The Essential Guide to Conversation Automation

Discover how to implement enterprise-ready GPT-powered Conversation Automation for your business—without the missteps.

Read the eBook

So What’s the Answer?

Step one has to be using multiple AI language models rather than relying on a single model.

By combining multiple models with diverse training data and architectures, the overall system can become less susceptible to specific biases, leading to more balanced and accurate responses.

Unfortunately, reducing bias and improving accuracy is not just a case of throwing a bunch of language models into the mix. These models need to be carefully selected and combined in a way that effectively balances their strengths and weaknesses.

At Conversica, we balance multiple language models focused on specific Sales, Marketing, and Customer Success use cases.

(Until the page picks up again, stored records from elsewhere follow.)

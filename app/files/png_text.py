"""Texts inside PNG pictures (iTXt chunks): put in, and read back without trust.

The form is that of the PNG specification, third edition (W3C, 2025), sections 5 and 11.3.3.4.
"""

from __future__ import annotations

import struct
import zlib
from collections.abc import Iterator, Mapping

_SIGNATURE = b"\x89PNG\r\n\x1a\n"
_MOST_CHUNKS = 100_000


class PngError(ValueError):
    """A file that is no PNG picture, or a damaged one; the message is one sentence."""


def is_png(data: bytes) -> bool:
    """Whether bytes start as a PNG picture does."""
    return data.startswith(_SIGNATURE)


def with_texts(png: bytes, texts: Mapping[str, str]) -> bytes:
    """A picture with texts put before its end.

    Parameters
    ----------
    png : bytes
        A whole PNG picture.
    texts : mapping of str to str
        By keyword: 1 to 79 characters of printable ASCII.

    Raises
    ------
    PngError
        Where the bytes are no PNG picture.
    """
    ends = [start for kind, start, _ in _chunks(png) if kind == b"IEND"]
    if not ends:
        raise PngError("This is no whole PNG picture.")
    at = ends[-1] - 8
    added = b"".join(_itxt(keyword, text) for keyword, text in texts.items())
    return png[:at] + added + png[at:]


def texts_in(png: bytes, largest: int) -> dict[str, str]:
    """The iTXt texts of a picture, by keyword; those that are damaged or larger than `largest` bytes are left out.

    Raises
    ------
    PngError
        Where the bytes are no PNG picture.
    """
    found = {}
    for kind, start, length in _chunks(png):
        if kind != b"iTXt":
            continue
        content = png[start : start + length]
        (checksum,) = struct.unpack(">I", png[start + length : start + length + 4])
        if zlib.crc32(b"iTXt" + content) != checksum:
            continue
        read = _read_itxt(content, largest)
        if read is not None:
            found[read[0]] = read[1]
    return found


def _chunks(png: bytes) -> Iterator[tuple[bytes, int, int]]:
    """Kind, start of the content, and length of each chunk that is whole."""
    if not is_png(png):
        raise PngError("This is no PNG picture.")
    at = len(_SIGNATURE)
    for _ in range(_MOST_CHUNKS):
        if at + 12 > len(png):
            return
        length, kind = struct.unpack(">I4s", png[at : at + 8])
        if at + 12 + length > len(png):
            return
        yield kind, at + 8, length
        if kind == b"IEND":
            return
        at += 12 + length


def _itxt(keyword: str, text: str) -> bytes:
    content = keyword.encode("ascii") + b"\0\1\0\0\0" + zlib.compress(text.encode("utf-8"), 9)
    return struct.pack(">I", len(content)) + b"iTXt" + content + struct.pack(">I", zlib.crc32(b"iTXt" + content))


def _read_itxt(content: bytes, largest: int) -> tuple[str, str] | None:
    keyword, mark, rest = content.partition(b"\0")
    if not mark or len(rest) < 2:
        return None
    compressed, method = rest[0], rest[1]
    _, first, rest = rest[2:].partition(b"\0")  # language
    _, second, body = rest.partition(b"\0")  # keyword in that language
    if not first or not second or compressed not in (0, 1) or (compressed and method):
        return None
    try:
        if compressed:
            unpacker = zlib.decompressobj()
            body = unpacker.decompress(body, largest + 1)
            if not unpacker.eof:
                return None
        return (keyword.decode("latin-1"), body.decode("utf-8")) if len(body) <= largest else None
    except (zlib.error, UnicodeDecodeError):
        return None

By narrowing the playing field, we are able to generate highly accurate and relevant responses—without allowing the conversation to slide off the rails.

Step two is using the right dataset to train the AI.

The data these models are trained on must be carefully curated to minimize potential biases. This means getting as close to a “golden dataset” as possible. This is a topic for another blog post, but in short, it means having the cleanest, validated dataset possible.

As an example, you could use an optimal combination of language models, but if your dataset were scraped from Quora and Reddit, your AI’s responses would be skewed, at best. Ask Conversica’s AI team how important source data is, and you will quickly understand the scale and complexity of the task.

As we said at the top of the post, we are just scratching the surface here. We will cover steps three, four, and beyond in future posts.

In short, AI models can have serious consequences for businesses, customers, and society as a whole. It’s crucial to take the steps needed to ensure that AI models are free from bias.

This includes regularly monitoring and testing models for bias, implementing robust data privacy and security protocols, and maintaining clear policies as to how the models work and how decisions are made. Think of it as good “AI parenting.”